Go through the data line by line from the top, retyping each exactly, and end with the line that contains "Text, space, type".

> [Records shown]:
· · · · · · ·

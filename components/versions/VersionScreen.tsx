import { useMemo, useState } from 'react';
import { StyleSheet, View } from 'react-native';
import { Link } from 'expo-router';
import { Button, DataTable, Heading, Icon, Screen, Tabs, Text, space, type Column } from '@/components/ui';
import { QueryStatus } from '@/components/designs/QueryStatus';
import { StatusBadge } from '@/components/designs/StatusBadge';
import { SummaryLine } from '@/components/designs/SummaryLine';
import { DeviceCards } from '@/components/versions/DeviceCards';
import { DownloadButton } from '@/components/versions/DownloadButton';
import { useDesign } from '@/lib/api/designs';
import { useVersion } from '@/lib/api/versions';
import { cableRows, deviceViews, networkRows, type CableRow, type NetworkRow } from '@/lib/designs/document-view';
import { designHref, reportHref, scheduleHref } from '@/lib/designs/links';
import { formatDateTime } from '@/lib/format';
import { indexTopology } from '@/shared/topology';

type Section = 'devices' | 'cables' | 'networks';

const CABLE_COLUMNS: readonly Column<keyof Omit<CableRow, 'id'>>[] = [
  { key: 'label', label: 'Label', flex: 0.8 },
  { key: 'from', label: 'From', flex: 1.6 },
  { key: 'to', label: 'To', flex: 1.6 },
  { key: 'media', label: 'Media', flex: 1.2 },
  { key: 'length', label: 'Length', flex: 0.8 },
];

const NETWORK_COLUMNS: readonly Column<keyof Omit<NetworkRow, 'id'>>[] = [
  { key: 'name', label: 'Network', flex: 1.2 },
  { key: 'purpose', label: 'Purpose', flex: 1 },
  { key: 'cidr', label: 'Subnet', flex: 1.3 },
  { key: 'vlan', label: 'VLAN', flex: 0.6 },
  { key: 'mtu', label: 'MTU', flex: 0.6 },
  { key: 'gateway', label: 'Gateway', flex: 1 },
];

/** One version, read-only: its devices, cables and networks, as saved. */
export function VersionScreen({ id, n }: { id: number; n: number }) {
  const version = useVersion(id, n);
  const design = useDesign(id);
  const [section, setSection] = useState<Section>('devices');
  const doc = version.data?.document;
  const views = useMemo(() => {
    if (!doc) return null;
    const index = indexTopology(doc);
    return { devices: deviceViews(doc, index), cables: cableRows(doc, index), networks: networkRows(doc) };
  }, [doc]);
  const name = design.data?.design.name ?? doc?.name ?? 'Design';

  return (
    <Screen testID="version-screen" maxWidth={1280}>
      <Link href={designHref(id, n)} asChild>
        <Button label={`Back to ${name}`} variant="ghost" size="compact" icon={<Icon name="back" size={18} color="primary" />} testID="version-back" />
      </Link>
      <View style={styles.title}>
        <Heading level={1}>{`${name}, version ${n}`}</Heading>
        {version.data ? <StatusBadge status={version.data.review.state} /> : null}
      </View>
      <QueryStatus query={version} what={`Version ${n}`} testID="version-error" />
      {version.data && views ? (
        <>
          <Text>{version.data.message}</Text>
          <Text variant="small" color="inkMuted">{`Saved by ${version.data.author.name}, ${formatDateTime(version.data.createdAt)} · read-only: versions never change`}</Text>
          <SummaryLine summary={version.data.summary} />
          <View style={styles.actions}>
            <Link href={reportHref(id, n)} asChild>
              <Button label="Failure report" size="compact" testID="version-report" />
            </Link>
            <Link href={scheduleHref(id, n)} asChild>
              <Button label="Cable schedule" variant="secondary" size="compact" testID="version-schedule" />
            </Link>
            <DownloadButton designId={id} designName={name} number={n} />
          </View>
          <Tabs
            label="Parts of the design"
            value={section}
            onChange={setSection}
            testID="version-tabs"
            tabs={[
              { value: 'devices', label: 'Devices', count: views.devices.length },
              { value: 'cables', label: 'Cables', count: views.cables.length },
              { value: 'networks', label: 'Networks', count: views.networks.length },
            ]}
          />
          {section === 'devices' ? <DeviceCards devices={views.devices} /> : null}
          {section === 'cables' ? (
            <>
              <Link href={scheduleHref(id, n)} asChild>
                <Button label="Open the cable schedule: search, racks, labels and exports" variant="ghost" size="compact" testID="version-cables-schedule" />
              </Link>
              <DataTable label="Cables" columns={CABLE_COLUMNS} rows={views.cables} testID="version-cables" />
            </>
          ) : null}
          {section === 'networks' ? <DataTable label="Networks" columns={NETWORK_COLUMNS} rows={views.networks} testID="version-networks" /> : null}
        </>
      ) : null}
    </Screen>
  );
}

const styles = StyleSheet.create({
  title: { flexDirection: 'row', alignItems: 'center', gap: space.md, flexWrap: 'wrap' },
  actions: { flexDirection: 'row', flexWrap: 'wrap', gap: space.sm },
});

· · · · · · ·

> [Result]:
filename components/versions/VersionScreen.tsx
import { useMemo, useState } from 'react';
import { StyleSheet, View } from 'react-native';
import { Link } from 'expo-router';
import { Button, DataTable, Heading, Icon, Screen, Tabs, Text, space, type Column } from '@/components/ui';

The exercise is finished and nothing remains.